The serialization runtime uses a version number called serialVersionUID to associate with each serializable class, which is used to verify the sequence during the deserialization process Whether the sender and receiver of a serialization object have loaded a serialization-compatible class for the object. If the serialVersionUID of the object's class loaded by the receiver is different from the corresponding version number of the sender's class, deserialization will result in an InvalidClassException. A serializable class can explicitly declare its own serialVersionUID by declaring a field named "serialVersionUID" (which must be a static, final long field):
ANY-ACCESS-MODIFIER static final long serialVersionUID = 42L;
If a serializable class does not explicitly declare a serialVersionUID, the serialization runtime will calculate a default serialVersionUID value for the class based on aspects of the class, as specified in the "Java(TM) Object Serialization Specification" ” stated in. However, it is strongly recommended that all serializable classes explicitly declare a serialVersionUID value because calculating the default serialVersionUID is highly sensitive to the details of the class and may vary widely depending on the compiler implementation, so that during the deserialization process May cause unexpected InvalidClassException. Therefore, to ensure consistency of serialVersionUID values ​​across different Java compiler implementations, serialization classes must declare an explicit serialVersionUID value. It is also strongly recommended to explicitly declare serialVersionUID using the private modifier (if possible), the reason being that such a declaration should only be used in directly declaring classes -- the serialVersionUID field is of no use as an inherited member. Array classes cannot declare an explicit serialVersionUID, so they always have a default calculated value, but there is no requirement for array classes to match the serialVersionUID value.

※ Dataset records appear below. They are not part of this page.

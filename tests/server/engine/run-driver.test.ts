import { verifyChain } from '@/shared/archive/chain';
import type { ProtocolDocument } from '@/shared/protocol/document';
import { demoRigWide } from '@/shared/rig/demo-rigs';
import { type Bench, makeBench, runStart, sha256, shortProtocol, startUtcMs, underWay } from './rig-bench';

const brief = (bench: Bench) => bench.store.log().map(({ kind, outcome }) => `${kind} ${outcome}`);
const sent = (bench: Bench, ...kinds: string[]) => bench.link.commands.filter(({ kind }) => kinds.includes(kind));
const reasonOf = (bench: Bench) => bench.driver.facts().reason;

const beats: ProtocolDocument = {
  formatVersion: 1,
  name: 'Beats',
  steps: [{ kind: 'home' }, { kind: 'swing', to: 'near' }, { kind: 'repeat', times: 3, steps: [{ kind: 'swing', to: 'far' }, { kind: 'dwell', beat_periods: 2 }, { kind: 'swing', to: 'near' }, { kind: 'dwell', beat_periods: 2 }] }],
};

test('a run goes through its protocol and leaves a whole log and a valid chain', async () => {
  const bench = await underWay(300);
  expect(bench.driver.facts()).toMatchObject({ state: 'finished', reason: '', dwellsDone: 2, dwellsPlanned: 2, mayResume: { ok: false } });
  expect(brief(bench)).toEqual(['home done', 'swing done', 'dwell done', 'mark done', 'swing done', 'dwell done']);
  expect(bench.store.log().map(({ station }) => station)).toEqual(['inline', 'near', 'near', 'near', 'far', 'far']);
  expect(verifyChain(bench.store.events, sha256)).toMatchObject({ valid: true, events: bench.store.events.length });
  expect(bench.store.kinds().slice(0, 3)).toEqual(['run-started', 'step-began', 'step-ended']);
  expect(bench.store.kinds().at(-1)).toBe('finished');
});

test('a beat is exact: every move after a dwell is sent ahead with the planned end as its start time', async () => {
  const bench = await underWay(6000, runStart(beats));
  expect(bench.driver.facts().state).toBe('finished');
  const swings = bench.store.log().filter(({ kind, path }) => kind === 'swing' && path.includes('repeat'));
  const beatMs = 2 * 1000 * (demoRigWide.measured?.period_s?.value ?? 0);
  const begins = swings.map(({ startUtcMs: begin }) => begin);
  for (let i = 1; i < begins.length; i += 1) expect((begins[i] ?? 0) - (begins[i - 1] ?? 0)).toBeCloseTo(beatMs, 3);
  const timed = sent(bench, 'move').filter((command) => command.kind === 'move' && command.startUtcMs !== null);
  expect(timed).toHaveLength(5);
  expect(swings.map(({ path }) => path)).toContain('3.repeat[2].3.swing');
});

test('the rows join: each begins where the one before it ended', async () => {
  const bench = await underWay(6000, runStart(beats));
  const rows = bench.store.log();
  for (let i = 1; i < rows.length; i += 1) expect(Math.abs((rows[i]?.startUtcMs ?? 0) - (rows[i - 1]?.endUtcMs ?? 0))).toBeLessThan(50);
});

describe('hold', () => {
  test('goes to the controller before anything is saved', async () => {
    const bench = await underWay(30);
    const holdsSentBeforeWrite: number[] = [];
    bench.store.fault = () => {
      holdsSentBeforeWrite.push(sent(bench, 'hold').length);
      return 'none';
    };
    expect(bench.driver.hold('Ben')).toEqual({ ok: true, serverAtUtcMs: startUtcMs + 30_000 });
    await bench.pass(1);
    expect(holdsSentBeforeWrite).toEqual([1, 1]);
  });

  test('in a dwell moves nothing, closes the row as cut short, and resume begins the dwell anew at the length first planned', async () => {
    const bench = await underWay(30);
    bench.driver.hold('Ben');
    await bench.pass(1);
    expect(bench.driver.facts()).toMatchObject({ state: 'held', reason: 'Ben asked to hold.', current: null, mayResume: { ok: true }, intervention: { kind: 'hold', by: 'Ben', serverAtUtcMs: startUtcMs + 30_000 } });
    expect(bench.driver.facts().intervention?.confirmedAtUtcMs).toBeGreaterThan(startUtcMs + 30_000);
    expect(bench.store.log().at(-1)).toMatchObject({ kind: 'dwell', outcome: 'cut short', endUtcMs: startUtcMs + 30_000, angleEndDeg: 20.18 });
    expect(await bench.driver.resume('Cleo')).toMatchObject({ ok: true });
    await bench.pass(300);
    expect(brief(bench)).toEqual(['home done', 'swing done', 'dwell cut short', 'dwell done', 'mark done', 'swing done', 'dwell done']);
    const again = bench.store.log()[3];
    expect((again?.endUtcMs ?? 0) - (again?.startUtcMs ?? 0)).toBeCloseTo(60_000, 6);
    expect(bench.store.kinds()).toEqual(expect.arrayContaining(['hold-requested', 'held', 'resumed']));
  });

  test('in a swing decelerates; resume finishes the move, marks it late, and the cadence starts anew', async () => {
    const bench = await underWay(2, runStart(beats));
    await bench.pass(100, () => bench.store.log().at(-1)?.path === '3.repeat[1].1.swing');
    await bench.pass(3);
    expect(bench.driver.state().state).toBe('moving');
    bench.driver.hold('Ben');
    await bench.pass(600);
    expect(bench.driver.facts().state).toBe('held');
    const cut = bench.store.log().at(-1);
    expect(cut).toMatchObject({ kind: 'swing', outcome: 'cut short', station: '' });
    expect(Math.abs((cut?.angleEndDeg ?? 0) - 20.18)).toBeGreaterThan(0.1);
    await bench.driver.resume('Ben');
    await bench.pass(2000);
    const late = bench.store.log().find(({ outcome }) => outcome === 'late');
    expect(late).toMatchObject({ kind: 'swing', path: cut?.path, angleStartDeg: cut?.angleEndDeg });
    const dwell = bench.store.log().find(({ kind, seq }) => kind === 'dwell' && seq > (late?.seq ?? 0));
    expect((dwell?.endUtcMs ?? 0) - (late?.startUtcMs ?? 0)).toBeCloseTo(840_000, 3);
  });

  test('in homing closes the row as cut short; resume homes again', async () => {
    const bench = makeBench();
    bench.link.angleDeg = 12;
    bench.driver.start();
    await bench.pass(5);
    expect(bench.driver.state().state).toBe('homing');
    bench.driver.hold('Ben');
    await bench.pass(1);
    expect(brief(bench)).toEqual(['home cut short']);
    await bench.driver.resume('Ben');
    await bench.pass(400);
    expect(bench.driver.facts().state).toBe('finished');
    expect(brief(bench).slice(0, 3)).toEqual(['home cut short', 'home done', 'swing done']);
  });

  test('a hold that overtakes a move which is being saved: the move is never sent', async () => {
    const bench = await underWay(5);
    let overtaken = false;
    bench.store.fault = (write) => {
      const waits = (write.snapshot as { context: { ahead: unknown } }).context.ahead !== null;
      if (waits && !overtaken) {
        overtaken = true;
        bench.driver.hold('Ben');
      }
      return 'none';
    };
    await bench.pass(120);
    expect(overtaken).toBe(true);
    expect(bench.driver.facts().state).toBe('held');
    expect(bench.link.motions).toHaveLength(2);
    expect(bench.link.angleDeg).toBe(20.18);
  });

  test('of a run that is over is refused with a sentence', async () => {
    const bench = await underWay(300);
    expect(bench.driver.hold('Ben')).toEqual({ ok: false, why: 'The run is over.' });
    expect(bench.driver.stop('Ben')).toEqual({ ok: false, why: 'The run is over.' });
  });
});
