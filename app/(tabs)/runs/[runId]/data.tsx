import { DataScreen } from '@/components/data/data-screen';

export default function Data() {
  return <DataScreen />;
}
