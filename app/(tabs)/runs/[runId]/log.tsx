import { StepLogScreen } from '@/components/runs/step-log-screen';

export default function StepLog() {
  return <StepLogScreen />;
}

3.Externalizable interface

Externalizable is an extension of Serailizable. The serialization of a class that implements the Externalizable interface has the following characteristics:
The method writeExternal of the class is called during serialization and called during deserialization. readExternal method;
When performing deserialization, the parameterless constructor of the class is first called. This is different from the default deserialization. Therefore, for classes that implement the Externalizable interface to implement serialization, a class must be provided. public parameterless constructor, otherwise an exception will occur during deserialization.

4. Summary

If the default serialization method is used, as long as a class implements the Serializable interface, its instances can be serialized. Generally, classes designed specifically for inheritance should try not to implement the Serializable interface, because once the parent class implements the Serializable interface, all its subclasses are also serializable.

Disadvantages of the default serialization method:

1. It is unsafe to directly serialize sensitive data of objects that are not suitable for public disclosure;
2. It will check whether the member variables of the object meet the correct constraints, and the data may be tampered with, causing abnormal operation;
3. It is necessary to recursively traverse the object graph. If the object graph is very complex, it will consume a lot of resources, and the setting will cause Java Stack overflow of the virtual machine;
4. Make the interface of the class constrained by the internal implementation of the class, restricting the upgrade and maintenance of the class.

By implementing the private type writeObject() and readObject() of the Serializable interface, or implementing the Externalizable interface, implementing the writeExternal() and readExternal() methods, and providing two public type parameterless constructors. Method to control the serialization process can effectively avoid the shortcomings of the default serialization method.

I hope this article will be helpful to everyone’s Java programming.

For more detailed articles on object serialization and deserialization in Java, please pay attention to the PHP Chinese website!